Dataset excerpts:
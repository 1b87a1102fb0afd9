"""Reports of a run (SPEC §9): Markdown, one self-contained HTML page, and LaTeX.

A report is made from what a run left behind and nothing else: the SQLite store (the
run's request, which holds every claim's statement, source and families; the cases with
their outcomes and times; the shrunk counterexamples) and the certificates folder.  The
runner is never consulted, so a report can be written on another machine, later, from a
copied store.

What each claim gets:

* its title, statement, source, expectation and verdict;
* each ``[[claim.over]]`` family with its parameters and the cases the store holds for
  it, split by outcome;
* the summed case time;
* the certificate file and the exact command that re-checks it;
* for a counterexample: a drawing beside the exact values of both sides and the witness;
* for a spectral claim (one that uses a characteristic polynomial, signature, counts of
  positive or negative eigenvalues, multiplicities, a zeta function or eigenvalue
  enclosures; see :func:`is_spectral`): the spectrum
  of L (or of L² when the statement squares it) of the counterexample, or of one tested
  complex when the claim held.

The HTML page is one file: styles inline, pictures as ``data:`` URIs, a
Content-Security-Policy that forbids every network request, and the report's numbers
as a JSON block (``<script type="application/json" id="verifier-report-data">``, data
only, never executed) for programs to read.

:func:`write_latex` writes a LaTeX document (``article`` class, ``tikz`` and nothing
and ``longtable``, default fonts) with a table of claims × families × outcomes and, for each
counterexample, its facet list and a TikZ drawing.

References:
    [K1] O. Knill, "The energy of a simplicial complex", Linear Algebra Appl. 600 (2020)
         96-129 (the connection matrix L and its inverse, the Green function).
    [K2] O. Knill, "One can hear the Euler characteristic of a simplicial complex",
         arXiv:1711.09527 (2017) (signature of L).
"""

• [What to do]: What you return must match the data word for word.

• [Written solution]:
repository 1b87a1102fb0afd9
"""Reports of a run (SPEC §9): Markdown, one self-contained HTML page, and LaTeX.

A report is made from what a run left behind and nothing else: the SQLite store (the
run's request, which holds every claim's statement, source and families; the cases with
their outcomes and times; the shrunk counterexamples) and the certificates folder.  The
runner is never consulted, so a report can be written on another machine, later, from a
copied store.

What each claim gets:

* its title, statement, source, expectation and verdict;
* each ``[[claim.over]]`` family with its parameters and the cases the store holds for
  it, split by outcome;
* the summed case time;
* the certificate file and the exact command that re-checks it;
* for a counterexample: a drawing beside the exact values of both sides and the witness;
* for a spectral claim (one that uses a characteristic polynomial, signature, counts of
  positive or negative eigenvalues, multiplicities, a zeta function or eigenvalue
  enclosures; see :func:`is_spectral`): the spectrum
  of L (or of L² when the statement squares it) of the counterexample, or of one tested
  complex when the claim held.

The HTML page is one file: styles inline, pictures as ``data:`` URIs, a
Content-Security-Policy that forbids every network request, and the report's numbers
as a JSON block (``<script type="application/json" id="verifier-report-data">``, data
only, never executed) for programs to read.

:func:`write_latex` writes a LaTeX document (``article`` class, ``tikz`` and nothing
and ``longtable``, default fonts) with a table of claims × families × outcomes and, for each
counterexample, its facet list and a TikZ drawing.

References:
    [K1] O. Knill, "The energy of a simplicial complex", Linear Algebra Appl. 600 (2020)
         96-129 (the connection matrix L and its inverse, the Green function).
    [K2] O. Knill, "One can hear the Euler characteristic of a simplicial complex",
         arXiv:1711.09527 (2017) (signature of L).
"""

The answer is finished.